**What you have to do**
Set the records down again in full, with every word kept.

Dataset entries
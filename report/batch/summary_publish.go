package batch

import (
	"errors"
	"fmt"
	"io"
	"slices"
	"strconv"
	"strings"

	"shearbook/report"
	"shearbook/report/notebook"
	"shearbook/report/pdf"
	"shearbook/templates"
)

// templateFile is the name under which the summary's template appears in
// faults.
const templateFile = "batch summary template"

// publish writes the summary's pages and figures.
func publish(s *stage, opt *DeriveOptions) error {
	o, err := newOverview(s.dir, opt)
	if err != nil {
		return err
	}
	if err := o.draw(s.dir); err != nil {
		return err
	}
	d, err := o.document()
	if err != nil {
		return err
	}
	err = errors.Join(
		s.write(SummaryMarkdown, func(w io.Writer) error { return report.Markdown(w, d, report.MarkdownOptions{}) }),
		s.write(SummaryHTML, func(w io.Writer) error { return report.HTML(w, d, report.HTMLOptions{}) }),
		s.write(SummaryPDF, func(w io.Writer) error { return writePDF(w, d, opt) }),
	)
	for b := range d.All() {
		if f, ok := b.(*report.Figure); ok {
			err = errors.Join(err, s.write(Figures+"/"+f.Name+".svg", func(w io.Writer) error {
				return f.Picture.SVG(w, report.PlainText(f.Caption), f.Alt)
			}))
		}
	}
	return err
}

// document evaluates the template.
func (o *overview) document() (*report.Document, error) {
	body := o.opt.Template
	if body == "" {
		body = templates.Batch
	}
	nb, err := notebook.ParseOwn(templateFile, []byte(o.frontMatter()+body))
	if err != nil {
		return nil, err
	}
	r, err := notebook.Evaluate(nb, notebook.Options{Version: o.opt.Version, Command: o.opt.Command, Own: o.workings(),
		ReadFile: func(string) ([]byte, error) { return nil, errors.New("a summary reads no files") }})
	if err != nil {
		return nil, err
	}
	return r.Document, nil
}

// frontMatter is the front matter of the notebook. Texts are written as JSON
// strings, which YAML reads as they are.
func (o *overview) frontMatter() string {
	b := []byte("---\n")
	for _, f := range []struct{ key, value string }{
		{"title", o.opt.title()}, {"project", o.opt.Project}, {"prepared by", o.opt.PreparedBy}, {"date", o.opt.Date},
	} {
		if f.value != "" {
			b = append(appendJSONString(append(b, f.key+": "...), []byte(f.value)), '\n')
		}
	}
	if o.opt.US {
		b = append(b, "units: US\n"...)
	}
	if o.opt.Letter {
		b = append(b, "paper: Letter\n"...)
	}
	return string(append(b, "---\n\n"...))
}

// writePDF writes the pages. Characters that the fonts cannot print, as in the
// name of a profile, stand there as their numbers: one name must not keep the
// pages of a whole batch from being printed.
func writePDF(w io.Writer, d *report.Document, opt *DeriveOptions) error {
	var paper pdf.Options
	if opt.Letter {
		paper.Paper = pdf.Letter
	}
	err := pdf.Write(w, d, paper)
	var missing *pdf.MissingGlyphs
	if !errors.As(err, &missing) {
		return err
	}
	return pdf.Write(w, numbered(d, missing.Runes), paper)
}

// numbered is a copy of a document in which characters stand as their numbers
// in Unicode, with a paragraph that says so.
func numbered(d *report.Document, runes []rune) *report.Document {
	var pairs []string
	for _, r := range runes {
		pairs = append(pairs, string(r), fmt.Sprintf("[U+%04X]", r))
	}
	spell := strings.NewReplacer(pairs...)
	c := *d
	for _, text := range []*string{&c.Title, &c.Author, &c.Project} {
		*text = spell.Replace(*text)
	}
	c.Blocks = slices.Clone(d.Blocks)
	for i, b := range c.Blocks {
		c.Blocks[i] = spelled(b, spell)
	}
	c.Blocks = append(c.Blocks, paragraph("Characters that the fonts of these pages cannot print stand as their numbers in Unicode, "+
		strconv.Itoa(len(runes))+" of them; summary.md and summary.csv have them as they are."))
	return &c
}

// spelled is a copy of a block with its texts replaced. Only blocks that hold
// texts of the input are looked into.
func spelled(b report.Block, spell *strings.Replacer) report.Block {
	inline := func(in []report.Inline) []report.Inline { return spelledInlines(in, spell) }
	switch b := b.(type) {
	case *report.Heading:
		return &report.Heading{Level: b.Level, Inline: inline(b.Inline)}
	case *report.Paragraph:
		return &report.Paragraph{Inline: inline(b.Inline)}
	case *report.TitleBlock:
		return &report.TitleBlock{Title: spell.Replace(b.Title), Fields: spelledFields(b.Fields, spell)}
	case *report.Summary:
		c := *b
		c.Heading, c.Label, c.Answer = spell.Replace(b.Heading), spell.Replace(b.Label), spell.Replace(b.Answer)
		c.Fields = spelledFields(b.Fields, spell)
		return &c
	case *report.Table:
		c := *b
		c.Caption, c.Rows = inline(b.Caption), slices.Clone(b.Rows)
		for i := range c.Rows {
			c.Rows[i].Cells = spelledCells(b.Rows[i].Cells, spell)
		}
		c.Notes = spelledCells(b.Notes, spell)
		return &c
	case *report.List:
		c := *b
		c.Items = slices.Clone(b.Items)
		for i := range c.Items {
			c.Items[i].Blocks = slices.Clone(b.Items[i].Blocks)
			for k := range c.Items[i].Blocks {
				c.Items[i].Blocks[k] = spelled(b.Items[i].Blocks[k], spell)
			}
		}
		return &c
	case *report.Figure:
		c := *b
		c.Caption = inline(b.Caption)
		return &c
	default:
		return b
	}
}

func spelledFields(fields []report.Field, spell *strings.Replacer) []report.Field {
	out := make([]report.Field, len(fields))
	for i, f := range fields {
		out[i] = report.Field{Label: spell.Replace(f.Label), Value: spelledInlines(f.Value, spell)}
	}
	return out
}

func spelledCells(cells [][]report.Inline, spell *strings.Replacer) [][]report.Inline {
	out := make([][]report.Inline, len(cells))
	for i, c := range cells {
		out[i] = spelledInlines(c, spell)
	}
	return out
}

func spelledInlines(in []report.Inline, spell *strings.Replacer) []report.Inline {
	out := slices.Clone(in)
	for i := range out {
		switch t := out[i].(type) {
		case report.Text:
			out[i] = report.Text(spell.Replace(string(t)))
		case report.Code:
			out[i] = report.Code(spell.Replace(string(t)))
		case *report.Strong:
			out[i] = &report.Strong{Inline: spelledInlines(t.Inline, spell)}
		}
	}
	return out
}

**Result of this exercise**
filename report/batch/summary_publish.go
package batch

import (
	"errors"
	"fmt"
	"io"
	"slices"
	"strconv"
	"strings"

	"shearbook/report"
	"shearbook/report/notebook"
	"shearbook/report/pdf"
	"shearbook/templates"
)

// templateFile is the name under which the summary's template appears in
// faults.
const templateFile = "batch summary template"

// publish writes the summary's pages and figures.
func publish(s *stage, opt *DeriveOptions) error {
	o, err := newOverview(s.dir, opt)
	if err != nil {
		return err
	}
	if err := o.draw(s.dir); err != nil {
		return err
	}
	d, err := o.document()
	if err != nil {
		return err
	}
	err = errors.Join(
		s.write(SummaryMarkdown, func(w io.Writer) error { return report.Markdown(w, d, report.MarkdownOptions{}) }),
		s.write(SummaryHTML, func(w io.Writer) error { return report.HTML(w, d, report.HTMLOptions{}) }),
		s.write(SummaryPDF, func(w io.Writer) error { return writePDF(w, d, opt) }),
	)
	for b := range d.All() {
		if f, ok := b.(*report.Figure); ok {
			err = errors.Join(err, s.write(Figures+"/"+f.Name+".svg", func(w io.Writer) error {
				return f.Picture.SVG(w, report.PlainText(f.Caption), f.Alt)
			}))
		}
	}
	return err
}

// document evaluates the template.
func (o *overview) document() (*report.Document, error) {
	body := o.opt.Template
	if body == "" {
		body = templates.Batch
	}
	nb, err := notebook.ParseOwn(templateFile, []byte(o.frontMatter()+body))
	if err != nil {
		return nil, err
	}
	r, err := notebook.Evaluate(nb, notebook.Options{Version: o.opt.Version, Command: o.opt.Command, Own: o.workings(),
		ReadFile: func(string) ([]byte, error) { return nil, errors.New("a summary reads no files") }})
	if err != nil {
		return nil, err
	}
	return r.Document, nil
}

// frontMatter is the front matter of the notebook. Texts are written as JSON
// strings, which YAML reads as they are.
func (o *overview) frontMatter() string {
	b := []byte("---\n")
	for _, f := range []struct{ key, value string }{
		{"title", o.opt.title()}, {"project", o.opt.Project}, {"prepared by", o.opt.PreparedBy}, {"date", o.opt.Date},
	} {
		if f.value != "" {
			b = append(appendJSONString(append(b, f.key+": "...), []byte(f.value)), '\n')
		}
	}
	if o.opt.US {
		b = append(b, "units: US\n"...)
	}
	if o.opt.Letter {
		b = append(b, "paper: Letter\n"...)
	}
	return string(append(b, "---\n\n"...))
}

// writePDF writes the pages. Characters that the fonts cannot print, as in the
// name of a profile, stand there as their numbers: one name must not keep the
// pages of a whole batch from being printed.
func writePDF(w io.Writer, d *report.Document, opt *DeriveOptions) error {
	var paper pdf.Options
	if opt.Letter {
		paper.Paper = pdf.Letter
	}
	err := pdf.Write(w, d, paper)
	var missing *pdf.MissingGlyphs
	if !errors.As(err, &missing) {
		return err
	}
	return pdf.Write(w, numbered(d, missing.Runes), paper)
}

// numbered is a copy of a document in which characters stand as their numbers
// in Unicode, with a paragraph that says so.
func numbered(d *report.Document, runes []rune) *report.Document {
	var pairs []string
	for _, r := range runes {
		pairs = append(pairs, string(r), fmt.Sprintf("[U+%04X]", r))
	}
	spell := strings.NewReplacer(pairs...)
	c := *d
	for _, text := range []*string{&c.Title, &c.Author, &c.Project} {
		*text = spell.Replace(*text)
	}
	c.Blocks = slices.Clone(d.Blocks)
	for i, b := range c.Blocks {
		c.Blocks[i] = spelled(b, spell)
	}
	c.Blocks = append(c.Blocks, paragraph("Characters that the fonts of these pages cannot print stand as their numbers in Unicode, "+
		strconv.Itoa(len(runes))+" of them; summary.md and summary.csv have them as they are."))
	return &c
}

// spelled is a copy of a block with its texts replaced. Only blocks that hold
// texts of the input are looked into.
func spelled(b report.Block, spell *strings.Replacer) report.Block {
	inline := func(in []report.Inline) []report.Inline { return spelledInlines(in, spell) }
	switch b := b.(type) {
	case *report.Heading:
		return &report.Heading{Level: b.Level, Inline: inline(b.Inline)}
	case *report.Paragraph:
		return &report.Paragraph{Inline: inline(b.Inline)}
	case *report.TitleBlock:
		return &report.TitleBlock{Title: spell.Replace(b.Title), Fields: spelledFields(b.Fields, spell)}
	case *report.Summary:
		c := *b
		c.Heading, c.Label, c.Answer = spell.Replace(b.Heading), spell.Replace(b.Label), spell.Replace(b.Answer)
		c.Fields = spelledFields(b.Fields, spell)
		return &c
	case *report.Table:
		c := *b
		c.Caption, c.Rows = inline(b.Caption), slices.Clone(b.Rows)
		for i := range c.Rows {
			c.Rows[i].Cells = spelledCells(b.Rows[i].Cells, spell)
		}
		c.Notes = spelledCells(b.Notes, spell)
		return &c
	case *report.List:
		c := *b
		c.Items = slices.Clone(b.Items)
		for i := range c.Items {
			c.Items[i].Blocks = slices.Clone(b.Items[i].Blocks)
			for k := range c.Items[i].Blocks {
				c.Items[i].Blocks[k] = spelled(b.Items[i].Blocks[k], spell)
			}
		}
		return &c
	case *report.Figure:
		c := *b
		c.Caption = inline(b.Caption)
		return &c
	default:
		return b
	}
}

func spelledFields(fields []report.Field, spell *strings.Replacer) []report.Field {
	out := make([]report.Field, len(fields))
	for i, f := range fields {
		out[i] = report.Field{Label: spell.Replace(f.Label), Value: spelledInlines(f.Value, spell)}
	}
	return out
}

func spelledCells(cells [][]report.Inline, spell *strings.Replacer) [][]report.Inline {
	out := make([][]report.Inline, len(cells))
	for i, c := range cells {
		out[i] = spelledInlines(c, spell)
	}
	return out
}

func spelledInlines(in []report.Inline, spell *strings.Replacer) []report.Inline {
	out := slices.Clone(in)
	for i := range out {
		switch t := out[i].(type) {
		case report.Text:
			out[i] = report.Text(spell.Replace(string(t)))
		case report.Code:
			out[i] = report.Code(spell.Replace(string(t)))
		case *report.Strong:
			out[i] = &report.Strong{Inline: spelledInlines(t.Inline, spell)}
		}
	}
	return out
}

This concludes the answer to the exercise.